While momentum is gathering in the nuclear energy sector, with the growth of policies, projects and tech advancements, there are critical challenges to be overcome if this clean energy source is to reach its full potential.
This was highlighted in the latest report published by the International Energy Agency, The Path to a New Era for Nuclear Energy.
“It’s clear today that the strong comeback for nuclear energy that the IEA predicted several years ago is well underway, with nuclear set to generate a record level of electricity in 2025,” said IEA executive director Fatih Birol. “In addition to this, more than 70GW of new nuclear capacity is under construction globally, one of the highest levels in the last 30 years, and more than 40 countries around the world have plans to expand nuclear’s role in their energy systems.”
According to the IEA’s report, the growth of nuclear is driven by the increased demand for electricity, as electrification strategies gear up and data centers and artificial intelligence requirements rise. To meet the increasing power requirements, many tech giants have signed power purchase agreements with nuclear developers, a noteworthy trend states the report.
Nuclear hotspots
The IEA’s report highlights that the global nuclear map is changing. In the past, nuclear power plants were built mainly in developed economies such as the US, Europe and Japan.
These days, Russia and China are dominating in terms of project construction and technology development. Of the 52 reactors that have started construction worldwide since 2017, 25 are of Chinese design and another 23 are of Russian design.
Said Birol: “In five years, China will overtake Europe and the US and will be the number one nuclear power in the world – this is important to note.”
And Russia is leading in more than project builds. The report also emphasizes that the production and enrichment of uranium is concentrated in specific regions, namely Russia, which could pose a risk to the development of the sector evenly across the globe.

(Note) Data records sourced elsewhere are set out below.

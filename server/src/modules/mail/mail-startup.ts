import { systemClock } from '../../adapters/clock';
import { createSmtpMailer } from '../../adapters/mailer';
import type { AppConfig } from '../../config/env';
import type { Database } from '../../db/client';
import type { Logger } from '../../lib/logger';
import { createOutboxWorker } from './outbox-worker';

export interface RunningMail {
  stop(): Promise<void>;
}

/**
 * Picks where mail goes and starts the outbox worker: the configured relay (SMTP_URL), else an
 * already running fake (FAKE_SMTP_URL), else — outside production — a fake SMTP server started
 * here on loopback whose messages a developer reads at its listing. In production without
 * SMTP_URL messages wait in the outbox until a relay is configured.
 */
export async function startMail(deps: {
  config: AppConfig;
  db: Database;
  logger: Logger;
}): Promise<RunningMail> {
  const { config, db, logger } = deps;
  let smtpUrl = config.mail.smtpUrl ?? config.mail.fakeSmtpUrl;
  let stopFake: (() => Promise<void>) | null = null;
  if (!smtpUrl && config.env !== 'production') {
    // Development code, loaded only when asked for: the production bundle does not contain it.
    const { startFakeSmtp } = await import('../../fakes/smtp-fake');
    const fake = await startFakeSmtp({
      port: config.mail.fakeSmtpPort,
      apiPort: config.mail.fakeSmtpApiPort,
    });
    smtpUrl = fake.url;
    stopFake = fake.stop;
    logger.info(
      { smtp: fake.url, messages: `${fake.apiUrl}/messages` },
      'local fake SMTP server started (loopback only); read sent e-mail at the messages URL',
    );
  }
  if (!smtpUrl) {
    logger.warn('SMTP_URL is not set: e-mail waits in the outbox until a relay is configured');
    return { stop: async () => undefined };
  }
  const mailer = createSmtpMailer({ url: smtpUrl, from: config.mail.from });
  const worker = createOutboxWorker({ db, mailer, clock: systemClock, logger });
  worker.start();
  return {
    async stop() {
      await worker.stop();
      mailer.close();
      await stopFake?.();
    },
  };
}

“Today, more than 99% of the enrichment capacity takes place in four supplier countries, with Russia accounting for 40% of global capacity, the single largest share,” Dr Birol said. “Highly concentrated markets for nuclear technologies, as well as for uranium production and enrichment, represent a risk factor for the future and underscore the need for greater diversity in supply chains.”
Keisuke Sadamori, director of energy markets and security for the IEA, added in a press briefing: “France is now dependent on Russian uranium, it’s an important issue that requires attention. Efforts are ongoing for investing in this area to expand enrichment capacity.”
Nuclear energy innovation and investment
One of the key innovations taking the sector by storm is small modular reactors or SMRs, a topic that received a lot of attention in the IEA’s report. Its modular, more standardized design, means that projects can be built more quickly, at reduced cost and close to the point of need making it a viable solution, especially for emerging economies.
With the right support, SMR installations could reach 80GW by 2040, accounting for 10% of overall nuclear capacity globally.
Added Birol: “SMRs in particular offer exciting growth potential. However, governments and industry must still overcome some significant hurdles on the path to a new era for nuclear energy, starting with delivering new projects on time and on budget – but also in terms of financing and supply chains.”
To achieve the speed and scale of SMR adoption required, the IEA stressed that the industry will need to bring down costs to make it more competitive with large-scale hydro and offshore wind power.
According to Birol, while the IEA paints a less rosy picture than SMR developers, they believe SMRs will be commercially operational in the 2030s, with cost parity with offshore wind and large-scale hydro achievable by 2040.
The success of a new nuclear energy era will depend on whether the large-scale infrastructure requirements can be realized. This, in turn, will depend largely on whether the right amount of investment can be unleashed.
The report notes that annual investment would need to double to $120 billion already by 2030. Public and private capital will be required to drive sector development and predictable future cash flows will be critical to attract this investment. Incentives will also help to attract investment and stable regulatory frameworks will provide the confidence needed for private sector commitment.